▸ **Exercise instructions**
Print out the records below with nothing altered.

▸ **Source data**
▽
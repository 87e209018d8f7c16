import { IMPORT_COLUMNS, type ColumnSpec, type ImportKind } from "@shared/api/imports";

const TYPE_LABELS: Record<ColumnSpec["type"], string> = {
  text: "text",
  number: "number",
  integer: "whole number",
  datetime: "date and time",
  boolean: "true / false",
};

function range(c: ColumnSpec): string {
  const u = c.unit ? ` ${c.unit}` : "";
  if (c.min !== undefined && c.max !== undefined) return `${c.min.toLocaleString("en-GB")} – ${c.max.toLocaleString("en-GB")}${u}`;
  if (c.min !== undefined) return `≥ ${c.min}${u}`;
  if (c.max !== undefined) return `≤ ${c.max}${u}`;
  return c.unit ?? "";
}

/** The chemistry columns share one line: same type, unit and bounds, one per element. */
type Row = { keys: string[]; spec: ColumnSpec; description: string };
function rows(kind: ImportKind): Row[] {
  const out: Row[] = [];
  for (const c of IMPORT_COLUMNS[kind]) {
    const last = out[out.length - 1];
    const chem = c.key.endsWith("_pct");
    if (chem && last && last.keys[0]!.endsWith("_pct") && last.spec.min === c.min && last.spec.max === c.max && last.spec.required === c.required) {
      last.keys.push(c.key);
      continue;
    }
    out.push({ keys: [c.key], spec: c, description: chem ? "Content of the element in the heat (ladle or tundish analysis)." : c.description });
  }
  return out;
}

/** The columns of a file kind, from the same list the server validates with. */
export function ImportColumns({ kind }: { kind: ImportKind }) {
  return (
    <ul className="divide-y divide-ink-100 text-sm" data-testid="import-columns">
      {rows(kind).map((r) => (
        <li key={r.keys[0]} className="py-2">
          <div className="flex flex-wrap items-baseline gap-x-2 gap-y-1">
            {r.keys.map((k) => (
              <code key={k} className="rounded bg-ink-50 px-1 font-mono text-[13px] font-semibold">
                {k}
              </code>
            ))}
            {r.spec.required ? <span className="text-xs font-semibold text-ember-700">* required</span> : null}
            <span className="text-xs text-ink-600">
              {TYPE_LABELS[r.spec.type]}
              {range(r.spec) ? `, ${range(r.spec)}` : ""}
              {r.keys.length > 1 ? " each" : ""}
            </span>
          </div>
          <p className="mt-0.5 text-xs text-ink-700">{r.description}</p>
        </li>
      ))}
    </ul>
  );
}
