import { useTranslation } from "react-i18next";
import type { ImportResult } from "@shared/api/imports";
import { Stat } from "@/components/ui/card";
import { count } from "@/lib/format";

/** Counts of a checked or imported file, and the rows that stop it. */
export function ImportCounts({ result, real }: { result: ImportResult; real: boolean }) {
  const { t } = useTranslation("admin");
  const note = !real && !result.valid ? t("imports.counts.ofValid") : undefined;
  return (
    <div className="grid grid-cols-2 gap-3 md:grid-cols-4" data-testid="import-counts">
      <Stat label={t("imports.counts.rows")} value={count(result.rows)} />
      <Stat
        label={real ? t("imports.counts.created") : t("imports.counts.wouldCreate")}
        note={note}
        value={<span data-testid="count-created">{count(result.counts.created)}</span>}
      />
      <Stat
        label={real ? t("imports.counts.updated") : t("imports.counts.wouldUpdate")}
        note={note}
        value={<span data-testid="count-updated">{count(result.counts.updated)}</span>}
      />
      <Stat label={t("imports.counts.unchanged")} note={note} value={<span data-testid="count-unchanged">{count(result.counts.unchanged)}</span>} />
    </div>
  );
}

export function ImportErrors({ result }: { result: ImportResult }) {
  const { t } = useTranslation("admin");
  if (result.errorCount === 0) return null;
  const more = result.errorCount - result.errors.length;
  return (
    <div className="space-y-2">
      <h3 className="text-base font-semibold text-alarm-700" data-testid="import-error-count">
        <span aria-hidden>× </span>
        {t("imports.errors.count", { count: result.errorCount, n: count(result.errorCount) })}
      </h3>
      <div className="max-h-[28rem] overflow-auto rounded-md border border-ink-200">
        <table className="w-full text-sm" data-testid="import-errors">
          <thead className="sticky top-0 bg-ink-50">
            <tr className="border-b border-ink-200 text-left text-xs uppercase tracking-wide text-ink-600">
              <th className="px-3 py-2 text-right">{t("imports.errors.row")}</th>
              <th className="px-3 py-2">{t("imports.errors.column")}</th>
              <th className="px-3 py-2">{t("imports.errors.problem")}</th>
            </tr>
          </thead>
          <tbody>
            {result.errors.map((e, i) => (
              <tr key={i} className="border-b border-ink-100 align-top" data-testid="import-error">
                <td className="px-3 py-2 text-right font-semibold tabular-nums" data-field="row">
                  {e.row}
                </td>
                <td className="px-3 py-2" data-field="column">
                  {e.column ? <code className="font-mono text-[13px]">{e.column}</code> : <span className="text-ink-500">{t("imports.errors.wholeRow")}</span>}
                </td>
                <td className="px-3 py-2" data-field="message">
                  {e.message}
                </td>
              </tr>
            ))}
          </tbody>
        </table>
      </div>
      {more > 0 ? (
        <p className="text-sm font-semibold text-ink-800" data-testid="import-errors-more">
          {t("imports.errors.more", { count: more, n: count(more) })}
        </p>
      ) : null}
      <p className="text-xs text-ink-600">{t("imports.errors.rowNumbers")}</p>
    </div>
  );
}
△
▸ **Exercise solution**
repository 87e209018d8f7c16
import { IMPORT_COLUMNS, type ColumnSpec, type ImportKind } from "@shared/api/imports";

const TYPE_LABELS: Record<ColumnSpec["type"], string> = {
  text: "text",
  number: "number",
  integer: "whole number",
  datetime: "date and time",
  boolean: "true / false",
};

function range(c: ColumnSpec): string {
  const u = c.unit ? ` ${c.unit}` : "";
  if (c.min !== undefined && c.max !== undefined) return `${c.min.toLocaleString("en-GB")} – ${c.max.toLocaleString("en-GB")}${u}`;
  if (c.min !== undefined) return `≥ ${c.min}${u}`;
  if (c.max !== undefined) return `≤ ${c.max}${u}`;
  return c.unit ?? "";
}

/** The chemistry columns share one line: same type, unit and bounds, one per element. */
type Row = { keys: string[]; spec: ColumnSpec; description: string };
function rows(kind: ImportKind): Row[] {
  const out: Row[] = [];
  for (const c of IMPORT_COLUMNS[kind]) {
    const last = out[out.length - 1];
    const chem = c.key.endsWith("_pct");
    if (chem && last && last.keys[0]!.endsWith("_pct") && last.spec.min === c.min && last.spec.max === c.max && last.spec.required === c.required) {
      last.keys.push(c.key);
      continue;
    }
    out.push({ keys: [c.key], spec: c, description: chem ? "Content of the element in the heat (ladle or tundish analysis)." : c.description });
  }
  return out;
}

/** The columns of a file kind, from the same list the server validates with. */
export function ImportColumns({ kind }: { kind: ImportKind }) {
  return (
    <ul className="divide-y divide-ink-100 text-sm" data-testid="import-columns">
      {rows(kind).map((r) => (
        <li key={r.keys[0]} className="py-2">
          <div className="flex flex-wrap items-baseline gap-x-2 gap-y-1">
            {r.keys.map((k) => (
              <code key={k} className="rounded bg-ink-50 px-1 font-mono text-[13px] font-semibold">
                {k}
              </code>
            ))}
            {r.spec.required ? <span className="text-xs font-semibold text-ember-700">* required</span> : null}
            <span className="text-xs text-ink-600">
              {TYPE_LABELS[r.spec.type]}
              {range(r.spec) ? `, ${range(r.spec)}` : ""}
              {r.keys.length > 1 ? " each" : ""}
            </span>
          </div>
          <p className="mt-0.5 text-xs text-ink-700">{r.description}</p>
        </li>
      ))}
    </ul>
  );
}
import { useTranslation } from "react-i18next";
import type { ImportResult } from "@shared/api/imports";
import { Stat } from "@/components/ui/card";
import { count } from "@/lib/format";

/** Counts of a checked or imported file, and the rows that stop it. */
export function ImportCounts({ result, real }: { result: ImportResult; real: boolean }) {
  const { t } = useTranslation("admin");
  const note = !real && !result.valid ? t("imports.counts.ofValid") : undefined;
  return (
    <div className="grid grid-cols-2 gap-3 md:grid-cols-4" data-testid="import-counts">
      <Stat label={t("imports.counts.rows")} value={count(result.rows)} />
      <Stat
        label={real ? t("imports.counts.created") : t("imports.counts.wouldCreate")}
        note={note}
        value={<span data-testid="count-created">{count(result.counts.created)}</span>}
      />
      <Stat
        label={real ? t("imports.counts.updated") : t("imports.counts.wouldUpdate")}
        note={note}
        value={<span data-testid="count-updated">{count(result.counts.updated)}</span>}
      />
      <Stat label={t("imports.counts.unchanged")} note={note} value={<span data-testid="count-unchanged">{count(result.counts.unchanged)}</span>} />
    </div>
  );
}

export function ImportErrors({ result }: { result: ImportResult }) {
  const { t } = useTranslation("admin");
  if (result.errorCount === 0) return null;
  const more = result.errorCount - result.errors.length;
  return (
    <div className="space-y-2">
      <h3 className="text-base font-semibold text-alarm-700" data-testid="import-error-count">
        <span aria-hidden>× </span>
        {t("imports.errors.count", { count: result.errorCount, n: count(result.errorCount) })}
      </h3>
      <div className="max-h-[28rem] overflow-auto rounded-md border border-ink-200">
        <table className="w-full text-sm" data-testid="import-errors">
          <thead className="sticky top-0 bg-ink-50">
            <tr className="border-b border-ink-200 text-left text-xs uppercase tracking-wide text-ink-600">
              <th className="px-3 py-2 text-right">{t("imports.errors.row")}</th>
              <th className="px-3 py-2">{t("imports.errors.column")}</th>
              <th className="px-3 py-2">{t("imports.errors.problem")}</th>
            </tr>
          </thead>
          <tbody>
            {result.errors.map((e, i) => (
              <tr key={i} className="border-b border-ink-100 align-top" data-testid="import-error">
                <td className="px-3 py-2 text-right font-semibold tabular-nums" data-field="row">
                  {e.row}
                </td>
                <td className="px-3 py-2" data-field="column">
                  {e.column ? <code className="font-mono text-[13px]">{e.column}</code> : <span className="text-ink-500">{t("imports.errors.wholeRow")}</span>}
                </td>
                <td className="px-3 py-2" data-field="message">
                  {e.message}
                </td>
              </tr>
            ))}
          </tbody>
        </table>
      </div>
      {more > 0 ? (
        <p className="text-sm font-semibold text-ink-800" data-testid="import-errors-more">
          {t("imports.errors.more", { count: more, n: count(more) })}
        </p>
      ) : null}
      <p className="text-xs text-ink-600">{t("imports.errors.rowNumbers")}</p>
    </div>
  );
}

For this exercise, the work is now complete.